Publication information
- Publisher: DC Comics
- First appearance: The Flash (vol. 2) #174 (July 2001)
- Created by: Geoff Johns Scott Kolins

In-story information
- Alter ego: Joseph "Joey" V. Monteleone
- Species: Metahuman
- Team affiliations: Injustice League Secret Society of Super Villains Rogues Legion of Zoom
- Abilities: Object possession In asphalt form: Superhuman strength and durability Malleability Ability to trap people inside his body

= Tar Pit (DC Comics) =

Tar Pit (Joseph "Joey" V. Monteleone) is a supervillain in the DC Comics universe, primarily as an enemy of the Flash (Wally West). Created by Geoff Johns and Scott Kolins, the character first appeared in The Flash (vol. 2) #174 (July 2001).

Tar Pit made his live-action debut on the second season of the Arrowverse series The Flash, portrayed by Marco Grazzini. Josh Chambers portrayed the character in the ninth season.

==Fictional character biography==
The younger brother of drug lord Jack Monteleone, Joey Monteleone was arrested for armed robbery. While serving time at Iron Heights Penitentiary, Joey discovered he was a metahuman with the ability to inhabit inanimate objects. Eventually, he became trapped in the form of anthropomorphic asphalt, while his real body remains unconscious in Iron Heights.
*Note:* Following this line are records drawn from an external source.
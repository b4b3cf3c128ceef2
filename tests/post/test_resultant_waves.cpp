// The resultant waves of a winding, order by order, from its layout and currents: symmetric two-
// and three-phase windings with balanced currents follow the textbook rule, a single phase
// pulsates, a reversed phase and a DC sequence come out as the phasor sums worked by hand say.

#include <doctest/doctest.h>

#include <complex>
#include <numbers>
#include <string>
#include <vector>

#include "mesh/winding.hpp"
#include "post/resultant_waves.hpp"
#include "support/sample_geometry.hpp"
#include "support/winding_rule.hpp"
#include "support/winding_spec.hpp"

using namespace tf;

namespace {

/// A 24-slot, 4-pole (p = 2) double-layer winding of the sample stator.
mesh::Winding pump_winding(int phases, int pitch) {
  return mesh::lay_out(testing::winding_spec(phases, 4, 2, pitch, 10), testing::semi_closed_stator().stator);
}

std::vector<std::complex<double>> balanced(int phases) {
  solver::Supply s;
  s.peak_current = 6.0;
  return solver::supply_phasors(s, phases);
}

}  // namespace

TEST_CASE("resultant waves of symmetric 2- and 3-phase windings with balanced currents follow the textbook rule") {
  for (const auto& [m, pitch] : std::vector<std::pair<int, int>>{{3, 5}, {3, 6}, {2, 6}, {2, 5}}) {
    const mesh::Winding w = pump_winding(m, pitch);
    std::vector<int> orders;
    for (int nu = 1; nu <= 25; ++nu) orders.push_back(2 * nu);  // p = 2: mechanical n = 2 nu
    const auto waves = post::resultant_waves(w, balanced(m), 50.0, orders);
    REQUIRE(waves.size() == orders.size());
    for (const auto& r : waves) {
      const int nu = r.order / 2;
      INFO(m, " phases, pitch ", pitch, ", order ", nu, ": ", r.field, " (", r.reason, ")");
      // The 5/6 pitch of a three-phase winding leaves its 5th and 7th at k_w = 0.067, not zero;
      // a two-phase winding of pitch 5 still carries every odd order (k_p = sin(nu 75°) != 0).
      CHECK(r.field == testing::symmetric_winding_wave(nu, m));
      CHECK(r.electrical_order == nu);
      if (r.field == "forward" || r.field == "backward") {
        // The surviving wave: every phase adds in step (exact for a symmetric winding).
        CHECK(std::max(r.forward, r.backward) == doctest::Approx(1.0).epsilon(1e-9).scale(0));
        CHECK(std::min(r.forward, r.backward) < 1e-9);
        // n_s / nu with n_s = 60 f / p = 1500 rpm (definitional), signed by the direction.
        CHECK(r.speed_rpm == doctest::Approx((r.field == "forward" ? 1 : -1) * 1500.0 / nu).epsilon(1e-12).scale(0));
      }
      if (r.field == "cancels") CHECK(r.reason.find("a multiple of 3 with balanced 3-phase currents") == 0);
    }
  }
}

TEST_CASE("one phase alone pulsates: equal forward and backward waves of every order it carries") {
  // A pulsating wave is a forward and a backward wave of half its amplitude each (docs/references.md §3).
  const mesh::Winding w = pump_winding(2, 6);
  const auto waves = post::resultant_waves(w, {6.0, 0.0}, 50.0, {2, 4, 6, 10, 14});
  for (const auto& r : waves) {
    INFO("mechanical order ", r.order);
    if (r.order == 4) {
      CHECK(r.field == "absent");  // the 2nd electrical order: no even orders
      continue;
    }
    CHECK(r.field == "pulsating");
    CHECK(r.forward == doctest::Approx(1.0).epsilon(1e-12).scale(0));
    CHECK(r.backward == doctest::Approx(1.0).epsilon(1e-12).scale(0));
  }
}

TEST_CASE("a three-phase winding with phase C reversed: the phasor sums worked by hand") {
  // Phase k's parts of order nu (balanced currents, symmetric layout, phase C's sign s_2 = -1):
  // forward s_k e^{j(nu-1)k 120°}, backward s_k e^{j(nu+1)k 120°}. Fundamental: forward
  // |1 + 1 - 1| / 3 = 1/3, backward |1 + e^{j240°} - e^{j120°}| / 3 = |1 - j√3| / 3 = 2/3. Third:
  // forward |1 + e^{j240°} - e^{j120°}| / 3 = 2/3 and backward |1 + e^{j120°} - e^{j240°}| / 3 = 2/3,
  // so the 3rd no longer cancels but pulsates.
  mesh::Winding w = pump_winding(3, 5);
  for (auto& s : w.sides)
    if (s.phase == 2) s.direction = -s.direction;
  const auto waves = post::resultant_waves(w, balanced(3), 50.0, {2, 6});
  REQUIRE(waves.size() == 2);
  CHECK(waves[0].forward == doctest::Approx(1.0 / 3).epsilon(1e-9).scale(0));
  CHECK(waves[0].backward == doctest::Approx(2.0 / 3).epsilon(1e-9).scale(0));
  CHECK(waves[0].field == "elliptic");  // neither wave 10 times the other, nor equal
  CHECK(waves[0].speed_rpm == doctest::Approx(-1500.0).epsilon(1e-12).scale(0));  // the backward one leads
  CHECK(waves[1].field == "pulsating");
  CHECK(waves[1].forward == doctest::Approx(2.0 / 3).epsilon(1e-9).scale(0));
  CHECK(waves[1].backward == doctest::Approx(2.0 / 3).epsilon(1e-9).scale(0));
  CHECK(waves[1].reason.find("multiple of 3") == std::string::npos);  // not balanced-symmetric any more
}

TEST_CASE("a DC sequence A+, B+, A-, B- has the fundamental of a balanced two-phase set") {
  // DFT of the states by hand: I_A = (2/4)(1 + (-1)(-1)) = 1, I_B = (2/4)(e^{-j90°} + (-1) e^{-j270°}) = -j:
  // equal peaks, B lagging A by 90° (the project's balanced two-phase set).
  solver::Supply s;
  s.kind = solver::SupplyKind::stepped_dc;
  s.states = {{1, 0}, {0, 1}, {-1, 0}, {0, -1}};
  const auto i = post::fundamental_currents(s, 2);
  REQUIRE(i.has_value());
  CHECK(std::abs((*i)[0] - std::complex<double>(1.0, 0.0)) < 1e-12);
  CHECK(std::abs((*i)[1] - std::complex<double>(0.0, -1.0)) < 1e-12);
  s.kind = solver::SupplyKind::split_phase;
  CHECK_FALSE(post::fundamental_currents(s, 2).has_value());  // known only once the field is solved
}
In Infinite Crisis, Tar Pit joins the Secret Society of Super Villains. He later joins the Injustice League and is one of the villains featured in Salvation Run, where he is exiled to the planet Cygnus 4017.

In the Blackest Night crossover, Tar Pit accompanies Owen Mercer in searching for his father George Harkness, who was resurrected as a Black Lantern. Tar Pit reasons that he will be of no interest to the Black Lanterns as his tar-based form has no heart for them to take.

In "The New 52", Tar Pit is shown about to attack Iris West following her defeating Folded Man when Flash appears. He thaws out the guards and sends the melted ice towards the villains.

During the "Forever Evil" storyline, Tar Pit is among the villains driven out of Central City by Gorilla Grodd at the time when the Crime Syndicate of America supposedly killed the Justice League. This led to Tar Pit joining up with the Secret Society of Super Villains as he is sent to deal with the rebellion of the Rogues. He and many other villains were sucked into the Mirror World by Mirror Master.

On the night before Christmas, Tar Pit's nephew and niece were kidnapped by criminals. Tar Pit had to rob a toy store to pay their ransom only to be defeated by Kid Flash. As Tar Pit is taken to Iron Heights, Kid Flash rescued the children and defeated the criminals.

==Powers and abilities==

Tar Pit's body is made of molten asphalt and burns on touch. He is able to trap people in the substance of his body and can hurl flaming chunks of tar at his enemies. Due to his body being made of tar, Tar Pit is practically invulnerable.

Before becoming Tar Pit, Joey was able to project his consciousness into inanimate objects and animate them.

==Other versions==
An alternate timeline variant of Tar Pit appears in the Flashpoint tie-in Flashpoint: Citizen Cold. Initially imprisoned in Iron Heights Penitentiary, he joins Mirror Master's Rogues and breaks out of prison to pursue revenge against Citizen Cold for seemingly stealing his family's money, only to be killed by him.

==In other media==
- Tar Pit appears in The Flash, portrayed by Marco Grazzini in the second season and Josh Chambers in the ninth season. This version was pushed into a tar pit amidst the explosion of S.T.A.R. Labs' particle accelerator. After being freed by workers two years later, he gains the ability to transform into molten tar.
- Tar Pit appears as a character summon in Scribblenauts Unmasked: A DC Comics Adventure.
- Tar Pit appears in The Flash: The Fastest Man Alive #2.